If gradient descent converges with a learning rate of 0.1 for f(x), should the same learning rate work for g(x) = f(10x)?
I think that g changes more quickly than f, so want to take smaller steps. The norm of the gradient of g will be 10 times the norm of the gradient of f, so we want the step size to be less than a tenth of 0.1?
Is this reasoning correct?
Suppose you're happy with step size(*) $\alpha$ for $f$, and you want to find the equivalent step size $\beta$ for gradient descent on $g$.

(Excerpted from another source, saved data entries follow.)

// compareSides computes every statistic and the criteria of one column;
// the p-value criteria are not adjusted yet.
func compareSides(s *sides, opt *Options) (*Result, error) {
	if err := opt.Validate(); err != nil {
		return nil, err
	}
	e := opt.effective()
	n := len(s.a)
	if n != len(s.b) {
		return nil, fmt.Errorf("tables have %d and %d bins", n, len(s.b))
	}
	if n == 0 {
		return nil, errors.New("no bins to compare")
	}
	for _, src := range s.src {
		if len(src.downA) != n || len(src.upA) != n || len(src.downB) != n || len(src.upB) != n {
			return nil, fmt.Errorf("error source %q does not have one value per bin", src.name)
		}
	}
	cov := opt.CovA != nil && opt.CovB != nil
	statistical := len(s.src) > 0 || cov
	tol := e.AbsTol > 0 || e.RelTol > 0
	switch {
	case !statistical && !tol:
		return nil, &NoUncertaintyError{Source: s.labelA, Column: s.column}
	case e.Alpha == 0 && e.MaxPull == 0 && !tol:
		return nil, ErrNoCriterion
	}
	if cov && (opt.CovA.SymmetricDim() != n || opt.CovB.SymmetricDim() != n) {
		return nil, fmt.Errorf("covariance matrices are %d×%d and %d×%d for %d bins", opt.CovA.SymmetricDim(), opt.CovA.SymmetricDim(), opt.CovB.SymmetricDim(), opt.CovB.SymmetricDim(), n)
	}
	if cov && opt.CovCross != nil {
		if rr, cc := opt.CovCross.Dims(); rr != n || cc != n {
			return nil, fmt.Errorf("cross-covariance is %d×%d for %d bins", rr, cc, n)
		}
	}
	if c := e.Default; cov && opt.CovCross == nil && c.Set && c.Value != 0 {
		cross, err := CrossFromCorrelation(opt.CovA, opt.CovB, c.Value)
		if err != nil {
			return nil, err
		}
		o := *opt
		o.CovCross = cross
		opt = &o
	}
	r := &Result{
		Column: s.column, LabelA: s.labelA, LabelB: s.labelB, Bins: n, Lo: s.lo, Hi: s.hi, A: s.a, B: s.b,
		Diff: make([]float64, n), SigmaDiff: make([]float64, n), Pulls: make([]float64, n),
		Asymmetric: s.asym,
	}
	if len(s.src) == 1 && !s.asym && !cov {
		// one symmetric source: its errors are the totals
		r.ErrA, r.ErrB = s.src[0].downA, s.src[0].downB
	} else {
		r.ErrA, r.ErrB = make([]float64, n), make([]float64, n)
	}
	ownErrs := len(s.src) != 1 || s.asym || cov
	// Bins are independent: large tables are split over the cores, each
	// part collecting its own zero-σ bins and source shares, merged in
	// order afterwards.
	parts := splitRange(n)
	outs := make([]binsOut, len(parts))
	var wg sync.WaitGroup
	for k, pr := range parts {
		wg.Add(1)
		go func() {
			defer wg.Done()
			outs[k] = r.pulls(s, opt, pr[0], pr[1], ownErrs)
		}()
	}
	wg.Wait()
	nShare := len(s.src)
	if opt.Subset || cov {
		nShare = 1
	}
	shares := make([]float64, nShare)
	for _, o := range outs {
		r.ZeroSigma = append(r.ZeroSigma, o.zero...)
		r.Incomparable = append(r.Incomparable, o.bad...)
		for k, v := range o.share {
			shares[k] += v
		}
	}
	used := r.withoutZeroSigma(r.Pulls)
	r.NDF = len(used)
	if !statistical {
		// without uncertainties no bin has a pull, and none is
		// "incomparable": the numerical tolerance alone judges
		r.NDF = 0
		used = nil
		r.ZeroSigma, r.Incomparable = nil, nil
		for i := range r.Pulls {
			r.Pulls[i] = math.NaN()
		}
	}
	r.sources(s, opt, shares)
	if cov {
		chi2, cond, err := covChi2(r, opt)
		if err != nil {
			return nil, err
		}
		r.Chi2, r.Covariance, r.Condition = chi2, true, cond
	} else {
		for _, p := range used {
			r.Chi2 += p * p
		}
	}
	shape(r, used)
	r.warn(opt, statistical)
	r.judge(e, statistical)
	return r, nil
}

// binsOut is what one part of the per-bin loop found.
type binsOut struct {
	zero, bad []int
	share     []float64
}

// pulls fills differences, combined uncertainties and pulls for bins
// [lo, hi). When a bin's largest σ is below 2⁻⁵⁰⁰ or above 2⁵⁰⁰, every σ
// of the bin is scaled by a power of two (exact) so that the largest is in
// [0.5, 1) before squaring, which keeps 1e-200 and 1e200 errors from
// under- or overflowing; in between, squares cannot over- or underflow.
func (r *Result) pulls(s *sides, opt *Options, lo, hi int, ownErrs bool) binsOut {
	var out binsOut
	K := len(s.src)
	cov := opt.CovA != nil && opt.CovB != nil
	sa, sb, term := make([]float64, K), make([]float64, K), make([]float64, K)
	if opt.Subset || cov {
		out.share = make([]float64, 1)
	} else {
		out.share = make([]float64, K)
	}
	for i := lo; i < hi; i++ {
		d := s.a[i] - s.b[i]
		m := 0.0
		for k := range s.src {
			src := &s.src[k]
			x, y := src.upA[i], src.downB[i]
			if d > 0 {
				x, y = src.downA[i], src.upB[i]
			}
			sa[k], sb[k] = x, y
			m = max(m, x, y)
		}
		v, qa, qb := 0.0, 0.0, 0.0 // σ_d², σ_a², σ_b², in units of 2^(2ex)
		ex := 0
		if m > 0 {
			if m < 0x1p-500 || m > 0x1p500 {
				_, ex = math.Frexp(m)
			}
			for k := range sa {
				x, y := sa[k], sb[k]
				if ex != 0 {
					x, y = math.Ldexp(x, -ex), math.Ldexp(y, -ex)
				}
				qa, qb = qa+x*x, qb+y*y
				rho := s.src[k].rho
				if s.src[k].rhoBins != nil {
					rho = s.src[k].rhoBins[i]
				}
				dd := x - y
				term[k] = dd*dd + 2*(1-rho)*x*y
				v += term[k]
			}
		}
		ta, tb := math.Sqrt(qa), math.Sqrt(qb)
		if opt.Subset {
			v = math.Abs((ta - tb) * (ta + tb))
		}
		sd := math.Sqrt(v)
		if ex != 0 {
			ta, tb, sd = math.Ldexp(ta, ex), math.Ldexp(tb, ex), math.Ldexp(sd, ex)
		}
		if ownErrs {
			r.ErrA[i], r.ErrB[i] = ta, tb
		}
		if cov {
			w := opt.CovA.At(i, i) + opt.CovB.At(i, i)
			if opt.CovCross != nil {
				w -= 2 * opt.CovCross.At(i, i)
			}
			sd = 0
			if w > 0 {
				sd = math.Sqrt(w)
			}
			r.ErrA[i], r.ErrB[i] = math.Sqrt(max(opt.CovA.At(i, i), 0)), math.Sqrt(max(opt.CovB.At(i, i), 0))
		}
		r.Diff[i] = d
		r.SigmaDiff[i] = sd
		if !(sd > 0) {
			out.zero = append(out.zero, i)
			if d != 0 {
				out.bad = append(out.bad, i)
				r.Pulls[i] = math.Copysign(math.Inf(1), d)
			} else {
				r.Pulls[i] = math.NaN() // 0/0: no pull
			}
			continue
		}
		r.Pulls[i] = d / sd
		switch {
		case opt.Subset || cov:
			out.share[0]++
		default:
			for k := range term {
				out.share[k] += term[k] / v
			}
		}
	}
	return out
}

// sources fills r.Sources from the summed per-bin shares.
func (r *Result) sources(s *sides, opt *Options, shares []float64) {
	used := float64(r.Bins - len(r.ZeroSigma))
	frac := func(x float64) float64 {
		if used == 0 {
			return math.NaN() // no bin carries a pull: no share
		}
		return x / used
	}
	switch {
	case opt.CovA != nil && opt.CovB != nil:
		name := "covariance matrices Va, Vb"
		if opt.CovCross != nil {
			name += " and cross-covariance C"
		}
		r.Sources = []Source{{Name: name, Declared: true, Share: frac(shares[0])}}
		return
	case opt.Subset:
		r.Sources = []Source{{Name: "all sources (subset rule)", PerBin: "subset rule |σa² - σb²|", Declared: true, Share: frac(shares[0])}}
		return
	}
	r.Sources = make([]Source, 0, len(s.src))
	for k, src := range s.src {
		so := Source{Name: src.name, Rho: src.rho, PerBin: src.perBin, Declared: src.declared, Share: frac(shares[k])}
		if src.rhoBins != nil {
			sum, cnt := 0.0, 0
			z := 0
			for i, v := range src.rhoBins {
				if z < len(r.ZeroSigma) && r.ZeroSigma[z] == i {
					z++
					continue
				}
				sum, cnt = sum+v, cnt+1
			}
			so.Rho = math.NaN()
			if cnt > 0 {
				so.Rho = sum / float64(cnt)
			}
		}
		r.Sources = append(r.Sources, so)
	}
}

// splitRange cuts [0, n) into one part per core for large n, else one.
func splitRange(n int) [][2]int {
	parts := runtime.GOMAXPROCS(0)
	if n < 1<<16 || parts < 2 {
		parts = 1
	}
	size := (n + parts - 1) / parts
	var out [][2]int
	for lo := 0; lo < n; lo += size {
		out = append(out, [2]int{lo, min(lo+size, n)})
	}
	return out
}

// withoutZeroSigma returns the per-bin values xs of the bins that carry a
// pull, leaving out the zero-σ bins (xs itself when there are none).
func (r *Result) withoutZeroSigma(xs []float64) []float64 {
	if len(r.ZeroSigma) == 0 {
		return xs
	}
	out := make([]float64, 0, len(xs)-len(r.ZeroSigma))
	z := 0
	for i, x := range xs {
		if z < len(r.ZeroSigma) && r.ZeroSigma[z] == i {
			z++
			continue
		}
		out = append(out, x)
	}
	return out
}

// CondWarn is the condition number of W above which a warning is given:
// at 1e10 about 10 of the 16 significant digits of χ² may be lost.
const CondWarn = 1e10

// covChi2 computes dᵀ W⁻¹ d over all bins by Cholesky factorisation, and
// the condition number of W.
func covChi2(r *Result, opt *Options) (float64, float64, error) {
	n := r.Bins
	w := mat.NewSymDense(n, nil)
	w.AddSym(opt.CovA, opt.CovB)
	if opt.CovCross != nil {
		for i := 0; i < n; i++ {
			for j := i; j < n; j++ {
				w.SetSym(i, j, w.At(i, j)-opt.CovCross.At(i, j)-opt.CovCross.At(j, i))
			}
		}
	}
	var ch mat.Cholesky
	if ok := ch.Factorize(w); !ok {
		return 0, 0, notPD(w)
	}
	cond := ch.Cond()
	d := mat.NewVecDense(n, slices.Clone(r.Diff))
	var x mat.VecDense
	if err := ch.SolveVecTo(&x, d); err != nil {
		return 0, cond, fmt.Errorf("solving with W: %w", err)
	}
	return mat.Dot(d, &x), cond, nil
}

// CrossFromCorrelation is the cross-covariance of two chains whose errors
// are e_a = L_a u and e_b = L_b v, with V = L Lᵀ the Cholesky factors and u,
// v unit normal vectors correlated by ρ component by component:
//
//	C = cov(e_a, e_b) = ρ L_a L_bᵀ
//
// For diagonal matrices C_ii = ρ σ_a,i σ_b,i, the per-bin rule, and
// W = V_a + V_b - C - Cᵀ stays positive semi-definite for |ρ| <= 1. Under
// blinding (V_ij scaled by s_i s_j) C scales the same way, so χ² is
// unchanged.
func CrossFromCorrelation(va, vb *mat.SymDense, rho float64) (*mat.Dense, error) {
	var ca, cb mat.Cholesky
	for _, x := range []struct {
		ch   *mat.Cholesky
		v    *mat.SymDense
		name string
	}{{&ca, va, "first"}, {&cb, vb, "second"}} {
		if !x.ch.Factorize(x.v) {
			return nil, fmt.Errorf("the covariance matrix of the %s chain is not positive definite (smallest eigenvalue %.4g)", x.name, minEigen(x.v))
		}
	}
	var la, lb mat.TriDense
	ca.LTo(&la)
	cb.LTo(&lb)
	var c mat.Dense
	c.Mul(&la, lb.T())
	c.Scale(rho, &c)
	return &c, nil
}

// notPD wraps ErrNotPositiveDefinite with W's smallest eigenvalue.
func notPD(w *mat.SymDense) error {
	return fmt.Errorf("%w: its smallest eigenvalue is %.4g", ErrNotPositiveDefinite, minEigen(w))
}

// minEigen is the smallest eigenvalue of v, or NaN if it cannot be found.
func minEigen(v *mat.SymDense) float64 {
	var es mat.EigenSym
	if es.Factorize(v, false) {
		if vals := es.Values(nil); len(vals) > 0 {
			return vals[0]
		}
	}
	return math.NaN()
}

In other words, for an arbitrary point $x_0$ you want: $$f[10x_0 + \alpha \nabla f(10x_0)] = g[x_0 + \beta \nabla g(x_0)].$$
Since $\nabla g(x_0) = 10\nabla f(10 x_0)$, plugging in to the right-hand side gives $$f[10x_0 + \alpha \nabla f(10x_0)] = f[10x_0 + 100\beta \nabla f(10 x_0)]$$ and you want $\beta = \alpha/100.$
Intuitively, $g$ changes 10 times faster than $f$, so (1) the gradient of $g$ is 10 times larger than that of $f$, and (2) a same-size step causes ten times more change in $g$ than in $f$. Both of these factors together mean you want the step size for $g$ to be 100 times smaller than $\alpha$.
Or put another way, the stable step size for gradient descent is determined by the reciprocal of the Lipschitz constant of $\nabla f$, and the Lipschitz constant of $\nabla g(x) = 10\nabla f(10x)$ is $10\cdot 10$ times larger than that of $\nabla f$.
(*): Gradient descent has been around for over half a century; "learning rate" is an ML-ism for what used to be called the step size.